We'll define a new function to do this. As well as gathering data on nearest neighbours, it can also deal with time lags for us (get the data from X months ago) so we can generate historic features for both the item itself and its nearest neighbours.

In [None]:
def lagjoin(df, groupon, features, lags, nns=[0], agg="mean", dtype=None):
    lagcols = pd.DataFrame(index=df.index)

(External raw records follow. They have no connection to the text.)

/**
 * Starting estimate of a premixed flame: fresh mixture upstream, the equilibrium products of Stoke's
 * own equilibrium solver (lib/combustion/equilibrium.ts: the burnt state at the inlet enthalpy and
 * pressure) downstream, joined by a linear ramp over a short stretch of the domain; and the warm
 * start, which interpolates a neighbouring solution onto the new problem.
 */
import { R_J_per_molK } from "../units/constants";
import type { Mechanism } from "./mechanism";
import { interpolateField } from "./grid";
import type { FlameSolution, PremixedProblem } from "./premixed";

/** Fractions of the domain length at which the starting grid has its points. */
const START_GRID = [0, 0.08, 0.14, 0.18, 0.2, 0.22, 0.24, 0.26, 0.28, 0.3, 0.33, 0.37, 0.42, 0.5, 0.6, 0.75, 1];
/** The temperature ramp of the start runs from RAMP_START to RAMP_END (fractions of the length). */
const RAMP_START = 0.2;
const RAMP_END = 0.3;
/** The anchor point (T fixed there) lies at this fraction of the domain length, inside the ramp. */
const ANCHOR = 0.24;

/** Domain length for a flame at pressure p, m: 2 cm at 1 atm, shrinking with pressure like a flame's thickness (~p^-0.6). */
export function domainLength_m(pressurePa: number): number {
  return 0.02 * (101325 / pressurePa) ** 0.6;
}

/** Mass fractions from mole fractions keyed by species name (unknown names are an error). */
export function massFractionsFromMoles(mech: Mechanism, X: Record<string, number>): Float64Array {
  const Y = new Float64Array(mech.nSpecies);
  let s = 0;
  for (const [name, x] of Object.entries(X)) {
    const k = mech.speciesIndex.get(name);
    if (k === undefined) throw new Error(`species ${name} is not in mechanism ${mech.name}`);
    Y[k] += x * mech.molarMass_kg_per_mol[k];
    s += x * mech.molarMass_kg_per_mol[k];
  }
  for (let k = 0; k < Y.length; k++) Y[k] /= s;
  return Y;
}

/**
 * Starting guess of the burning velocity (sets the cold start's mass flux; the solve finds the
 * eigenvalue). Common practice, no source: a reference velocity of the fuel at φ = 1, 298 K, 1 atm
 * (methane 0.4 m/s rising to hydrogen 2 m/s with the square of the hydrogen share), scaled
 *   - with the burnt temperature as a one-step flame, S ∝ exp(−T_a / 2T_b), T_a = GUESS_ACTIVATION_K,
 *     against the reference fuel's adiabatic temperature (2225 K methane … 2390 K hydrogen),
 *   - with T_u/298.15 K (the rest of the rise with preheat) and with (p/1 atm)^−0.4.
 * Over 72 solved flames (eight fuels from methane to hydrogen, syngas and biogas; φ 0.6–1.4,
 * 298–600 K, 1–20 bar) it lies within 0.45–1.9 × the solved velocity (2.95 × for biogas at φ 1.4).
 * The former guess (the fuel's φ = 1 reference alone) started lean hydrogen at over twice its
 * velocity, and those solves failed.
 */
const GUESS_ACTIVATION_K = 16000;
export function burningVelocityGuess_m_per_s(
  h2MoleFraction: number,
  burntTemperatureK: number,
  unburntTemperatureK: number,
  pressurePa: number,
): number {
  const x = Math.min(1, Math.max(0, h2MoleFraction));
  const reference_m_per_s = 0.4 + 1.6 * x * x;
  const referenceBurntK = 2225 + 165 * x;
  const burnt = Math.exp(-(GUESS_ACTIVATION_K / 2) * (1 / burntTemperatureK - 1 / referenceBurntK));
  return reference_m_per_s * burnt * (unburntTemperatureK / 298.15) * (pressurePa / 101325) ** -0.4;
}

export interface BurntState {
  temperatureK: number;
  /** Mass fractions in the mechanism's species order. */
  Y: Float64Array;
}

/**
 * Cold start: fresh mixture at T_u on [0, ramp start], the burnt state beyond the ramp, linear in
 * between; ṁ = ρ_u·S_guess. The anchor temperature is the start's temperature at the anchor point.
 */
export function coldStart(
  prob: PremixedProblem,
  burnt: BurntState,
  burningVelocityGuess_m_per_s: number,
  length_m = domainLength_m(prob.pressurePa),
): FlameSolution {
  const { mech } = prob;
  const K = mech.nSpecies;
  const n = K + 2;
  const z = Float64Array.from(START_GRID, (f) => f * length_m);
  const x = new Float64Array(z.length * n);
  let s = 0;
  for (let k = 0; k < K; k++) s += prob.inletY[k] / mech.molarMass_kg_per_mol[k];
  const rhoU = prob.pressurePa / (s * R_J_per_molK * prob.unburntTemperatureK);
  const mdot = rhoU * burningVelocityGuess_m_per_s;
  const Tu = prob.unburntTemperatureK;
  const Tb = burnt.temperatureK;
  const ramp = (f: number) => Math.min(1, Math.max(0, (f - RAMP_START) / (RAMP_END - RAMP_START)));
  for (let j = 0; j < z.length; j++) {
    const w = ramp(START_GRID[j]);
    const o = j * n;
    x[o] = Tu + w * (Tb - Tu);
    for (let k = 0; k < K; k++) x[o + 1 + k] = (1 - w) * prob.inletY[k] + w * burnt.Y[k];
    x[o + K + 1] = mdot;
  }
  const zFix = ANCHOR * length_m;
  const tFix = Tu + ramp(ANCHOR) * (Tb - Tu);
  return { z, x, nSpecies: K, zFix, tFix, speciesNames: mech.speciesNames };
}

/**
 * Warm start from a neighbouring solution (another φ, hydrogen share, preheat, pressure …): its grid
 * and flame structure, moved onto the new problem's end states. With w the old solution's progress
 * (T − T_u,old)/(T_end,old − T_u,old) at each point, the new profiles are
 *   T = T_old + (1 − w)(T_u − T_u,old) + w (T_b − T_b,old),
 *   Y = Y_old + (1 − w)(Y_u − Y_u,old) + w (Y_b − Y_b,old),
 * where Y_b − Y_end,old is taken as the change of the equilibrium estimates of the burnt state
 * (new minus the neighbour's), and likewise for T_b; the inlet is the new fresh mixture, and the
 * neighbour's own solution is left unchanged where nothing changed. ṁ is scaled by the ratio of the inlet densities (same velocity);
 * the anchor keeps its position and its progress value.
 */
export function warmStart(
  prob: PremixedProblem,
  from: FlameSolution,
  fromUnburntK: number,
  fromInletY: Float64Array,
  fromBurnt: BurntState,
  fromInletDensity: number,
  newInletDensity: number,
  burnt: BurntState,
): FlameSolution {
  const K = prob.mech.nSpecies;
  if (from.nSpecies !== K) throw new Error("warm start from a solution of another mechanism");
  const n = K + 2;
  const x = Float64Array.from(from.x);
  const N = from.z.length;
  const Tu = prob.unburntTemperatureK;
  const TbOld = from.x[(N - 1) * n];
  const progress = (T: number) => Math.min(1, Math.max(0, (T - fromUnburntK) / Math.max(1, TbOld - fromUnburntK)));
  const dTu = Tu - fromUnburntK;
  const dTb = burnt.temperatureK - fromBurnt.temperatureK;
  for (let j = 0; j < N; j++) {
    const o = j * n;
    const w = progress(from.x[o]);
    x[o] = from.x[o] + (1 - w) * dTu + w * dTb;
    for (let k = 0; k < K; k++) {
      x[o + 1 + k] = from.x[o + 1 + k] + (1 - w) * (prob.inletY[k] - fromInletY[k]) + w * (burnt.Y[k] - fromBurnt.Y[k]);
    }
    x[o + K + 1] *= newInletDensity / fromInletDensity;
  }
  const wFix = progress(from.tFix);
  return {
    z: Float64Array.from(from.z),
    x,
    nSpecies: K,
    zFix: from.zFix,
    tFix: from.tFix + (1 - wFix) * dTu + wFix * dTb,
    speciesNames: from.speciesNames,
  };
}

/**
 * A coarser copy of a solution: every m-th point (m chosen for about `targetPoints`), always with
 * the ends and the point nearest the anchor. For warm starts that need pseudo-time steps: those are
 * cheap on a coarse grid, and refinement brings the points back.
 */
export function thinSolution(sol: FlameSolution, targetPoints: number): FlameSolution {
  const N = sol.z.length;
  const m = Math.max(1, Math.round(N / targetPoints));
  if (m === 1) return sol;
  const n = sol.nSpecies + 2;
  let jFix = 0;
  for (let j = 1; j < N; j++) if (Math.abs(sol.z[j] - sol.zFix) < Math.abs(sol.z[jFix] - sol.zFix)) jFix = j;
  const keep: number[] = [];
  for (let j = 0; j < N; j++) if (j % m === 0 || j === N - 1 || j === jFix) keep.push(j);
  const z = Float64Array.from(keep, (j) => sol.z[j]);
  const x = new Float64Array(keep.length * n);
  for (let i = 0; i < keep.length; i++) x.set(sol.x.subarray(keep[i] * n, (keep[i] + 1) * n), i * n);
  return { ...sol, z, x };
}

/**
 * What a warm-started solve changed beyond its estimate: the solution minus the estimate it was
 * started from (on the solution's grid; the mass flux as a ratio), and the inlet change that
 * estimate was made for. The next warm start along the same path extrapolates it (secant
 * predictor).
 */
export interface WarmCorrection {
  /** Solution minus estimate (T, Y); ln(ṁ/ṁ_estimate) in the ṁ slot; point-major on the solution's grid. */
  delta: Float64Array;
  /** Inlet change of that step: mass fractions, then ΔT_u/1000 K, then Δ ln p. */
  inletChange: Float64Array;
}

/** Inlet state as one vector for the secant predictor: mass fractions, T_u/1000 K, ln p. */
export function inletVector(inletY: Float64Array, unburntK: number, pressurePa: number): Float64Array {
  const v = new Float64Array(inletY.length + 2);
  v.set(inletY);
  v[inletY.length] = unburntK / 1000;
  v[inletY.length + 1] = Math.log(pressurePa);
  return v;
}

/** The correction a solve made to its estimate (see WarmCorrection). */
export function warmCorrection(solution: FlameSolution, estimate: FlameSolution, inletChange: Float64Array): WarmCorrection {
  const K = solution.nSpecies;
  const n = K + 2;
  const N = solution.z.length;
  const est = interpolateField(estimate.z, estimate.x, n, solution.z);
  const delta = new Float64Array(N * n);
  for (let j = 0; j < N; j++) {
    const o = j * n;
    for (let v = 0; v <= K; v++) delta[o + v] = solution.x[o + v] - est[o + v];
    delta[o + K + 1] = Math.log(solution.x[o + K + 1] / est[o + K + 1]);
  }
  return { delta, inletChange };
}

/** Smallest cosine between this step's inlet change and the last one's for the secant predictor. */
const PREDICTOR_MIN_COSINE = 0.9;
/** Largest extrapolation factor of the secant predictor. */
const PREDICTOR_MAX_FACTOR = 2;

/**
 * Secant predictor for a sweep: when the inlet changes along (nearly) the same direction as in the
 * step that produced `from`, the correction that step needed beyond its estimate is added to the
 * new estimate, scaled by the ratio of the steps (α = d₂·d₁/d₁·d₁, at most 2): temperatures and
 * mass fractions additively (mass fractions kept ≥ 0), the mass flux as a factor. `guess` is the
 * warm-start estimate on the grid of `from` (that of `correction`); it is changed in place.
 * Returns α (0: no extrapolation).
 */
export function extrapolateWarmStart(guess: FlameSolution, correction: WarmCorrection, inletChange: Float64Array): number {
  const d1 = correction.inletChange;
  const d2 = inletChange;
  if (d1.length !== d2.length || correction.delta.length !== guess.x.length) return 0;
  let d11 = 0;
  let d22 = 0;
  let d12 = 0;
  for (let i = 0; i < d1.length; i++) {
    d11 += d1[i] * d1[i];
    d22 += d2[i] * d2[i];
    d12 += d1[i] * d2[i];
  }
  if (!(d11 > 0 && d22 > 0) || d12 < PREDICTOR_MIN_COSINE * Math.sqrt(d11 * d22)) return 0;
  const alpha = Math.min(PREDICTOR_MAX_FACTOR, d12 / d11);
  const K = guess.nSpecies;
  const n = K + 2;
  const N = guess.z.length;
  const x = guess.x;
  const dl = correction.delta;
  for (let j = 0; j < N; j++) {
    const o = j * n;
    x[o] += alpha * dl[o];
    for (let k = 1; k <= K; k++) x[o + k] = Math.max(0, x[o + k] + alpha * dl[o + k]);
    x[o + K + 1] *= Math.exp(alpha * dl[o + K + 1]);
  }
  return alpha;
}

    if isinstance(groupon, str):
        features = [groupon]
    if isinstance(features, str):
        features = [features]

    for lag, nn in tqdm(list(product(lags, nns))):
        # A lag of 0 means the current month. A nn of 0 means the current item, not a similar one.
        
        if not lag and not nn:
            # Duplicate of original data.
            continue

        shifted = df[groupon + features].groupby(groupon).agg(agg).reset_index()
        shifted["date_block_num"] += lag

        lgrpcols = [
            col if col != "item_id" or not nn else f"{col}_nn_{nn}" for col in groupon
        ]
        rgrpcols = groupon

        newfeatures = df.merge(
            shifted, left_on=lgrpcols, right_on=rgrpcols, how="left"
        )[[f + "_y" if f in df.columns else f for f in features]]
        newfeatures.columns = features

        colnames = [fcol + f"_lag_{lag}" if lag else fcol for fcol in features]
        if nn:
            colnames = [fcol + f"_nn_{nn}" if nn else fcol for fcol in colnames]

        if dtype is None:
            newdata = newfeatures.values
        else:
            newdata = newfeatures.values.astype(dtype)

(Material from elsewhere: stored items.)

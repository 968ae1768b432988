/**
 * Post-flame NO: the burnt gas leaving the flame, continued as a constant-pressure plug flow with the
 * full mechanism for a stated residence time, and its NO and NO2 reported as a flue-gas emission
 * would be.
 *
 * Model (a closed, homogeneous, isobaric reactor: the plug flow in its own time t = z/u):
 *   dY_k/dt = ω̇_k W_k / ρ,   dT/dt = −Σ_k h_k ω̇_k W_k / (ρ c_p)   (adiabatic; h_k, c_p per kg)
 * with ρ = p W̄/(R T); `energy: "isothermal"` holds T instead (for checks against rate laws).
 *
 * Integration: TR-BDF2 (R. E. Bank, W. M. Coughran, W. Fichtner, E. H. Grosse, D. J. Rose,
 * R. K. Smith, IEEE Trans. Electron Devices 32 (1985) 1992; M. E. Hosea, L. F. Shampine, Appl. Numer.
 * Math. 20 (1996) 21): a trapezoidal stage to t + γh and a BDF2 stage to t + h, γ = 2 − √2, both
 * with the same Newton matrix I − (γ/2) h J (L-stable, second order). The local error estimate
 *   err = (I − (γ/2) h J)⁻¹ · 2Ch (f_n/γ − f_{n+γ}/(γ(1−γ)) + f_{n+1}/(1−γ)),  C = (−3γ² + 4γ − 2)/(12(2 − γ)),
 * controls the step (relative 1e-5, absolute 1e-11 on mass fractions, 1e-4 K on T). The Newton matrix
 * uses the analytic kinetics Jacobian ∂ω̇/∂C (chain rule to Y and T, the weak dependence of ρ on the
 * composition and of c_p on T left out: it only slows Newton, it does not change the answer).
 *
 * Report (dry flue gas, `noReport`): NO and NO2 in ppm by volume, O2 in % by volume, both on the dry
 * basis X_dry = X/(1 − X_H2O); NOx = NO + NO2 expressed as NO2 in mg/m³ at 0 °C, 101.325 kPa, dry, at
 * the reference O2 (3 % by default), by the conversions of lib/units/emissions.ts:
 *   mg/m³ = ppm × M_NO2/V_m (V_m = 22.414 L/mol),  E_ref = E × (21 − O2_ref)/(21 − O2_meas).
 * The reference-O2 formula assumes air as the oxidiser: with enriched air or oxygen the figure at
 * reference O2 is unknown (NaN/null) when the flue O2 is 21 % or more, and should be read with care
 * otherwise.
 *
 * This is a screening indicator of thermal and prompt NO (prompt NO formed in the flame is carried
 * in with the flame's burnt-end composition; thermal NO forms here): an adiabatic hot zone with no
 * heat extraction, mixing or staging, so it is not an emission guarantee.
 *
 * Default residence time: 20 ms (common practice, no source: the order of the time the gas spends
 * near its peak temperature in a burner's hot zone before heat exchange and dilution cool it; an
 * adiabatic plug flow held longer over-states thermal NO). Callers state the time they use.
 */
import { InputError, NotConvergedError } from "../errors";
import { R_J_per_molK } from "../units/constants";
import { atReferenceO2, ppmToMg_per_m3Normal } from "../units/emissions";
import { luFactor, luSolve } from "./block-tridiagonal";
import type { Kinetics } from "./kinetics";
import type { Mechanism } from "./mechanism";
import { speciesThermoInto } from "./thermo";

export const DEFAULT_POST_FLAME_RESIDENCE_MS = 20;
export const DEFAULT_REFERENCE_O2_PERCENT = 3;

export const POST_FLAME_LABEL =
  "Screening indicator of thermal and prompt NO: adiabatic constant-pressure plug flow after the flame, full mechanism; not an emission guarantee.";

export interface PostFlameInput {
  /** Burnt-gas temperature at the flame's end, K. */
  temperatureK: number;
  pressurePa: number;
  /** Mass fractions at the flame's end (length nSpecies). Not modified. */
  massFractions: Float64Array;
  /** Residence time, ms (default DEFAULT_POST_FLAME_RESIDENCE_MS). 0 reports the flame's end state. */
  residenceMs?: number;
  /** Reference O2 for mg/m³, % dry (default 3). */
  referenceO2Percent?: number;
  /** "adiabatic" (default): T follows from the energy balance; "isothermal": T held. */
  energy?: "adiabatic" | "isothermal";
  /** Times (ms, ascending, ≤ residence) at which to record the state. */
  sampleTimesMs?: readonly number[];
  signal?: AbortSignal;
}

export interface PostFlameSample {
  timeMs: number;
  temperatureK: number;
  /** Mole fractions (wet). */
  moleFractions: Float64Array;
}

export interface PostFlameResult {
  residenceMs: number;
  energy: "adiabatic" | "isothermal";
  initialTemperatureK: number;
  temperatureK: number;
  pressurePa: number;
  massFractions: Float64Array;
  /** Mole fractions (wet) at the end of the residence time. */
  moleFractions: Float64Array;
  NO_ppm_dry: number;
  NO2_ppm_dry: number;
  NOx_ppm_dry: number;
  O2_percent_dry: number;
  H2O_percent_wet: number;
  /** NO + NO2 as NO2, mg/m³ at 0 °C, 101.325 kPa, dry, at referenceO2Percent; NaN when unknown. */
  NOx_as_NO2_mg_per_m3_dry_at_ref_O2: number;
  referenceO2Percent: number;
  samples: PostFlameSample[];
  steps: number;
  rejectedSteps: number;
  /** Steps retried with half the step because Newton did not converge. */
  newtonFailures: number;
  /** |h_end − h_start| / (R T/W̄) for the adiabatic run (0 for isothermal). */
  enthalpyDrift: number;
  label: string;
  conversion: string;
}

        lagcols = pd.concat(
            [lagcols, pd.DataFrame(newdata, columns=colnames, index=lagcols.index)],
            axis=1,
        )

    return lagcols

In [None]:
newfeatures = lagjoin(
    data,
    
    # Try different groupings, e.g. month, item and shop ID.
    groupon=["date_block_num", "item_id"],
    
    # Can also be a list of columns.
    features="item_cnt_month",
    
    # A lag of 0 lets us get data for similar items in the same month.
    lags=[0, 1],
    
    # A nearest neighbour of 0 lets us get data for the same item in previous months.
    nns=[0, 1, 2, 3],
)

data = pd.concat([data, newfeatures], axis=1)
data

We now have data for both the item and similar items during the current month (for training data) and previous months (for training and test data). You can go further by imputing missing values, e.g. by taking averages across shop/item groups, which will give you more data to work with for "new" items (items that are not present in the training data).